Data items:
====

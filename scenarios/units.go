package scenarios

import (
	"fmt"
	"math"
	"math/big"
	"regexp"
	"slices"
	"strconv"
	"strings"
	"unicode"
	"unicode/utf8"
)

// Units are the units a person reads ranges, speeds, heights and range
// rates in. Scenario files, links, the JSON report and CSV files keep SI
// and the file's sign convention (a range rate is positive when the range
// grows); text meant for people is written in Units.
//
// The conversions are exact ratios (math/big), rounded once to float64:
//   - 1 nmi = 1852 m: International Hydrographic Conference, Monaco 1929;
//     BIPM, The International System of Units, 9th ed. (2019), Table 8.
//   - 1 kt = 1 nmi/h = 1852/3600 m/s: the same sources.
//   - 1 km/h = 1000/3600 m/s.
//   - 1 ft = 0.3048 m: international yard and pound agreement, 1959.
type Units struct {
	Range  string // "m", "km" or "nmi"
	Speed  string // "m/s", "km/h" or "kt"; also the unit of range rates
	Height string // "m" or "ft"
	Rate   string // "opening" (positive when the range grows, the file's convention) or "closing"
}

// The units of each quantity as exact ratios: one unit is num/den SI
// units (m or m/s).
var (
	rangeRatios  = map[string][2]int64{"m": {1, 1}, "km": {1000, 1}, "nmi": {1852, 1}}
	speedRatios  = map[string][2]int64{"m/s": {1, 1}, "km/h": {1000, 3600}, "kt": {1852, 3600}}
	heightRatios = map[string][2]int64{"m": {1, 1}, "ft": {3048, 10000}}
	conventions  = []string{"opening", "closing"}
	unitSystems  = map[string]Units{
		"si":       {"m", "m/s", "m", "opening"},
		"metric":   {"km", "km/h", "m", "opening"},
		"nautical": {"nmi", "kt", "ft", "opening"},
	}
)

====

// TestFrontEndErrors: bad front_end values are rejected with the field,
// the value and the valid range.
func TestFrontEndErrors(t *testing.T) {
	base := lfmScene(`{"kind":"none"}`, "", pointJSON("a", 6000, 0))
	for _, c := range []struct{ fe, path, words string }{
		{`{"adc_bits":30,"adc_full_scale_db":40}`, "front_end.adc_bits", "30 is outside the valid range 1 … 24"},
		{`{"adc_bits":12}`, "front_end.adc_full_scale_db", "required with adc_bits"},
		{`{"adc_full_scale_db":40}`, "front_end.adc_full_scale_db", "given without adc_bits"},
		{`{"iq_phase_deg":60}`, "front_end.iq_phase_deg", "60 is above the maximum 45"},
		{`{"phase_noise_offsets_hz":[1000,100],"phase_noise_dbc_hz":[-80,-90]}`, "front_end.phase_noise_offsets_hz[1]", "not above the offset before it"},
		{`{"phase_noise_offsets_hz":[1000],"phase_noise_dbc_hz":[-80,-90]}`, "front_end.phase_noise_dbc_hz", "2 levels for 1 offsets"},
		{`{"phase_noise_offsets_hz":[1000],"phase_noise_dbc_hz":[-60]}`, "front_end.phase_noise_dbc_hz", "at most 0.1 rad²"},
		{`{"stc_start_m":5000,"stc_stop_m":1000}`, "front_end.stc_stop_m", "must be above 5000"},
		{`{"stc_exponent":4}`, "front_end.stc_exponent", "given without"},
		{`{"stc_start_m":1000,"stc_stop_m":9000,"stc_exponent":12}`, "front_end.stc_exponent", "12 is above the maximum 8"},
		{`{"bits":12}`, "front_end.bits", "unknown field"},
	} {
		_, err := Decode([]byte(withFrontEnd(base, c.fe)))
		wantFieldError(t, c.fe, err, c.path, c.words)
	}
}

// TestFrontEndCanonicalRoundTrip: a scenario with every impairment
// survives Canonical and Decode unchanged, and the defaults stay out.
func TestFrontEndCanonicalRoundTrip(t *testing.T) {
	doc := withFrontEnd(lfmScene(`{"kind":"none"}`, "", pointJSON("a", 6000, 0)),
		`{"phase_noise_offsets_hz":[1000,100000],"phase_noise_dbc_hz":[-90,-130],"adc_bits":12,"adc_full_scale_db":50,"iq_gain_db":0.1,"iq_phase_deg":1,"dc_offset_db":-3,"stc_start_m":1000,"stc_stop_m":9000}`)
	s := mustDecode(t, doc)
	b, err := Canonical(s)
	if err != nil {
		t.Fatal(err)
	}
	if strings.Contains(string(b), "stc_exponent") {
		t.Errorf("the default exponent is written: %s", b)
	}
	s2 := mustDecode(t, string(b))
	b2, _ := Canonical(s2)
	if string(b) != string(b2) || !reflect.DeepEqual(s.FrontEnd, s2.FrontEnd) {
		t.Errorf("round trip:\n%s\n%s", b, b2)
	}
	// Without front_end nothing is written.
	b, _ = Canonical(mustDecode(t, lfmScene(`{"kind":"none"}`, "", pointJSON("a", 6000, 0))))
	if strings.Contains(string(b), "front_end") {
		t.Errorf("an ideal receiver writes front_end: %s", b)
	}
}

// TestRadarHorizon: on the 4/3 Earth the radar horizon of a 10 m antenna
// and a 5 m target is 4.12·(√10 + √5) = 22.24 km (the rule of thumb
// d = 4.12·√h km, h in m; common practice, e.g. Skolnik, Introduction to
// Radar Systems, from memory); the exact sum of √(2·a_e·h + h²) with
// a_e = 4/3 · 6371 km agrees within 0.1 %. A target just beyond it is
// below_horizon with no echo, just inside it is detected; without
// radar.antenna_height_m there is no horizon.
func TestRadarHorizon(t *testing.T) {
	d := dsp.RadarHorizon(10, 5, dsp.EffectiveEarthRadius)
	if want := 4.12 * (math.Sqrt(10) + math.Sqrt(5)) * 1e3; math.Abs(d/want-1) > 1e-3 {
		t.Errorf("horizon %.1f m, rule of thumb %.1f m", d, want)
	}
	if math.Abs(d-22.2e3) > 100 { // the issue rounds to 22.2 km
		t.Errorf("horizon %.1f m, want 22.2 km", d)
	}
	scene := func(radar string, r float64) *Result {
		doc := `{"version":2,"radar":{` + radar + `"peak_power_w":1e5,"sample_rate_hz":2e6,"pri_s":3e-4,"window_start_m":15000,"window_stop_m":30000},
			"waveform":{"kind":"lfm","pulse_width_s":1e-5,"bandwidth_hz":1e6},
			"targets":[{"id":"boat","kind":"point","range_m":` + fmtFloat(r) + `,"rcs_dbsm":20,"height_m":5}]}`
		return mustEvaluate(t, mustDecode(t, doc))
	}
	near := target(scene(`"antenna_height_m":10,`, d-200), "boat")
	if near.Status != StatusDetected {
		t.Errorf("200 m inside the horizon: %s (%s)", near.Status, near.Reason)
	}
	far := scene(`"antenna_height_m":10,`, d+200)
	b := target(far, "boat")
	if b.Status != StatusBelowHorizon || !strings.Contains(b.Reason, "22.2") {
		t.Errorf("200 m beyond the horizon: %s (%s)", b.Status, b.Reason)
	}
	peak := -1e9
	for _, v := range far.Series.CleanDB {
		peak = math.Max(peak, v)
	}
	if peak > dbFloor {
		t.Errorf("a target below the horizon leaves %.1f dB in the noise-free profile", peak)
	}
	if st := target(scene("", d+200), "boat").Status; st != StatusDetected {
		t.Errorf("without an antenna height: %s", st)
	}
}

====

## [TRY IT]
Out of the records above, pull each line containing the word "none".

## [EXPECTED OUTPUT]
	base := lfmScene(`{"kind":"none"}`, "", pointJSON("a", 6000, 0))
	doc := withFrontEnd(lfmScene(`{"kind":"none"}`, "", pointJSON("a", 6000, 0)),
	b, _ = Canonical(mustDecode(t, lfmScene(`{"kind":"none"}`, "", pointJSON("a", 6000, 0))))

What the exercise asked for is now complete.